*DESCRIPTION OF THE TASK:*
Each entry below is to be extracted exactly.

(Stored items)
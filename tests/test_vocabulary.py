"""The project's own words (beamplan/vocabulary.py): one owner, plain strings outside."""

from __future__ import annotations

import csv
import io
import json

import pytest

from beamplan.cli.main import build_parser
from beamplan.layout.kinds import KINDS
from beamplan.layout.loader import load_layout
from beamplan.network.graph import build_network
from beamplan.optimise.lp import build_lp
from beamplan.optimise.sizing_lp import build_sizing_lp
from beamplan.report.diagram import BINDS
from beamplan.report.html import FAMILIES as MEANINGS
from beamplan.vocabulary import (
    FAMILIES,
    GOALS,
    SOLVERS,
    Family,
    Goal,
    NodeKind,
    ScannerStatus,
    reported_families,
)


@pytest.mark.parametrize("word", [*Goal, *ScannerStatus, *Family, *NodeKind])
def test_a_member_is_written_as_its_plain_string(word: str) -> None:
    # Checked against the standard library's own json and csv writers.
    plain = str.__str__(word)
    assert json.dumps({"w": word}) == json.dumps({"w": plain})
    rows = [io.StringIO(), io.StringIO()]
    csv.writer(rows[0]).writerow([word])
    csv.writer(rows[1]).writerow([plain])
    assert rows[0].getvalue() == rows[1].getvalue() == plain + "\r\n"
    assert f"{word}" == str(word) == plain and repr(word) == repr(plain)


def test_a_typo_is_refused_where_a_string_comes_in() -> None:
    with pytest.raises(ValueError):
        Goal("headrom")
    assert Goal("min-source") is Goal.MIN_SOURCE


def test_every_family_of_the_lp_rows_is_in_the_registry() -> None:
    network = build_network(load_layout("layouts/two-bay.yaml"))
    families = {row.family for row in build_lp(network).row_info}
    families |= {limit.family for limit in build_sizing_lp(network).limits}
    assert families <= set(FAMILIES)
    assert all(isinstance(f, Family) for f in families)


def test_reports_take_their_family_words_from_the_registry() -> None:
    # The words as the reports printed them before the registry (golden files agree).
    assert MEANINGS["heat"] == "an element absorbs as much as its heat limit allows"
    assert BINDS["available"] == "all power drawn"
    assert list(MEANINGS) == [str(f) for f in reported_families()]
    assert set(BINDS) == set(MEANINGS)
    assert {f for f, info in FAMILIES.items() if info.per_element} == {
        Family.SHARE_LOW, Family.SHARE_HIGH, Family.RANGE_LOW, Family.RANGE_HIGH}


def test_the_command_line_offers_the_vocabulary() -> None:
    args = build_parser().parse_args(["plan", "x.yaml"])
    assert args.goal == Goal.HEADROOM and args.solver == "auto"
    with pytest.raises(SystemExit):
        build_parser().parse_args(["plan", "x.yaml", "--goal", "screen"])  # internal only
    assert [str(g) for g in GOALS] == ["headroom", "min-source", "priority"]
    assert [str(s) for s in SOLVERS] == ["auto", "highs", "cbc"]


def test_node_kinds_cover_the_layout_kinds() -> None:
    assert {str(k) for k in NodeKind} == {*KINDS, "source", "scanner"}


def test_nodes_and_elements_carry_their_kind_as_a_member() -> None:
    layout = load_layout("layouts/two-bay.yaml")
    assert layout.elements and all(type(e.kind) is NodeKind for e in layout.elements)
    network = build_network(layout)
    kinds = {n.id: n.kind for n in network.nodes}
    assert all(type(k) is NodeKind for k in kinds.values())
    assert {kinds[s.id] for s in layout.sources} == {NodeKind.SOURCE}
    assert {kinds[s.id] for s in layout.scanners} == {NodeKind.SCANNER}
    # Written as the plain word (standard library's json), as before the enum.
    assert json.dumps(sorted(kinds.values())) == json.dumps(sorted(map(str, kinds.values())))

*EXERCISE OUTPUT:*
filename tests/test_vocabulary.py
"""The project's own words (beamplan/vocabulary.py): one owner, plain strings outside."""

from __future__ import annotations

import csv
import io
import json

import pytest

from beamplan.cli.main import build_parser
from beamplan.layout.kinds import KINDS
from beamplan.layout.loader import load_layout
from beamplan.network.graph import build_network
from beamplan.optimise.lp import build_lp
from beamplan.optimise.sizing_lp import build_sizing_lp
from beamplan.report.diagram import BINDS
from beamplan.report.html import FAMILIES as MEANINGS
from beamplan.vocabulary import (
    FAMILIES,
    GOALS,
    SOLVERS,
    Family,
    Goal,
    NodeKind,
    ScannerStatus,
    reported_families,
)


@pytest.mark.parametrize("word", [*Goal, *ScannerStatus, *Family, *NodeKind])
def test_a_member_is_written_as_its_plain_string(word: str) -> None:
    # Checked against the standard library's own json and csv writers.
    plain = str.__str__(word)
    assert json.dumps({"w": word}) == json.dumps({"w": plain})
    rows = [io.StringIO(), io.StringIO()]
    csv.writer(rows[0]).writerow([word])
    csv.writer(rows[1]).writerow([plain])
    assert rows[0].getvalue() == rows[1].getvalue() == plain + "\r\n"
    assert f"{word}" == str(word) == plain and repr(word) == repr(plain)


def test_a_typo_is_refused_where_a_string_comes_in() -> None:
    with pytest.raises(ValueError):
        Goal("headrom")
    assert Goal("min-source") is Goal.MIN_SOURCE


def test_every_family_of_the_lp_rows_is_in_the_registry() -> None:
    network = build_network(load_layout("layouts/two-bay.yaml"))
    families = {row.family for row in build_lp(network).row_info}
    families |= {limit.family for limit in build_sizing_lp(network).limits}
    assert families <= set(FAMILIES)
    assert all(isinstance(f, Family) for f in families)


def test_reports_take_their_family_words_from_the_registry() -> None:
    # The words as the reports printed them before the registry (golden files agree).
    assert MEANINGS["heat"] == "an element absorbs as much as its heat limit allows"
    assert BINDS["available"] == "all power drawn"
    assert list(MEANINGS) == [str(f) for f in reported_families()]
    assert set(BINDS) == set(MEANINGS)
    assert {f for f, info in FAMILIES.items() if info.per_element} == {
        Family.SHARE_LOW, Family.SHARE_HIGH, Family.RANGE_LOW, Family.RANGE_HIGH}


def test_the_command_line_offers_the_vocabulary() -> None:
    args = build_parser().parse_args(["plan", "x.yaml"])
    assert args.goal == Goal.HEADROOM and args.solver == "auto"
    with pytest.raises(SystemExit):
        build_parser().parse_args(["plan", "x.yaml", "--goal", "screen"])  # internal only
    assert [str(g) for g in GOALS] == ["headroom", "min-source", "priority"]
    assert [str(s) for s in SOLVERS] == ["auto", "highs", "cbc"]


def test_node_kinds_cover_the_layout_kinds() -> None:
    assert {str(k) for k in NodeKind} == {*KINDS, "source", "scanner"}


def test_nodes_and_elements_carry_their_kind_as_a_member() -> None:
    layout = load_layout("layouts/two-bay.yaml")
    assert layout.elements and all(type(e.kind) is NodeKind for e in layout.elements)
    network = build_network(layout)
    kinds = {n.id: n.kind for n in network.nodes}
    assert all(type(k) is NodeKind for k in kinds.values())
    assert {kinds[s.id] for s in layout.sources} == {NodeKind.SOURCE}
    assert {kinds[s.id] for s in layout.scanners} == {NodeKind.SCANNER}
    # Written as the plain word (standard library's json), as before the enum.
    assert json.dumps(sorted(kinds.values())) == json.dumps(sorted(map(str, kinds.values())))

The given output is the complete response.